Raymond,

Take a look at two Supreme Court cases related to some of the issues raised:  
1) the federalized National Guard case from the 1980s where a State Guard was 
sent to Central America for training; and 2) the federalized steel mill cases 
from the 1950s.  I believe the Court went into the history of the NG in the one 
case, and stated the standard for when national assets could be controlled by 
the federal government in the other.  Sorry, I can't remember the cites right 
now, but perhaps someone else on here can provide that information.  You might 
branch from there into some law review articles about the National Guard case.

Keep in mind that in 1792, there was not much of a standing army, whereas 200+ 
years later, we have a three-level system of 1) professional, active military; 
2) State Guards, National Guard, and retired military subject to recall; and 3) 
everybody else, i.e. males 17-45, and female members of NG (although they would 
probably be in level 2 in my model).  I think it will be hard to make a direct 
comparison between the two statutes because of several changes, not the least 
of which is the increased size of the United States and various state 
populations.  A situation which in 1792 would cause the entire US militia to be 
called up would at best cause activation of a few NG or State Guard units today.

Hope this helps,
Scott Hattrup


-----Original Message-----
From: Raymond Kessler <[EMAIL PROTECTED]>
To: [email protected]
Sent: Wed, 16 Apr 2008 11:14 am
Subject: state militias and militia of the U.S.




The text of federal Militia Act of 1792 seems to define the militia subject to 
the President’s control in terms of then-existing state militias.  It provides, 
in part:

That whenever the United States shall be invaded, or be in imminent danger of 
invasion from any foreign nation or Indian tribe, it shall be lawful for the 
President of the United States, to call forth such number of the militia of the 
state or states most convenient to the place of danger or scene of action as he 
may judge necessary to repel such invasion, and to issue his orders for that 
purpose, to such officer or officers of the militia as he shall think proper; 
and in case of an insurrection in any state, against the government thereof, it 
shall be lawful for the President of the United States, on application of the 
legislature of such state, or of the executive (when the legislature cannot be 
convened) to call forth such number of the militia of any other state or 
states, as may be applied for, or as he may judge sufficient to suppress such 
insurrection.

(link  to full text below) 

http://mac110.assumption.edu/aas/Reports/militiaact1792.html

 

The current federal militia act,  10 U.S.C. sec. 311, refers to the “militia of 
the United States” and makes no mention of state militias.

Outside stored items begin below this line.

import { openExampleLink } from "@/server/classes/link";
import { json, route } from "@/server/route";

/** A worked example opened by its link: no sign-in, read-only, hidden values stay hidden. */
export const GET = route<{ params: Promise<{ token: string }> }>(async (_request, { params }) => {
  const view = await openExampleLink((await params).token);
  return json({ ...view, example: { ...view.example, classId: undefined, buildId: undefined } });
});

(a)  The militia of the United States consists of all able-bodied males at 
least 17 years of age and . . . under 45 years of age who are, or who have made 
a declaration of intention to become, citizens of the United States and of 
female citizens of the United States who are members of the National Guard.

 (b) The classes of the militia are -- 

(1) the organized militia, which consists of the National Guard and the Naval 
Militia; and 

(2) the unorganized militia, which consists of the members of the militia who 
are not members of the National Guard or the Naval Militia.

Obviously, the creation of the National Guard and the decline of many state 
militias played a role in this evolution. Does anyone have, or know of, a good, 
concise discussion of the statute from 1792 to the current statute?  What is 
relationship, if any, between the (b) (2) class of the current militia of the 
United States and the militia described in the 1792 statute. Thanks!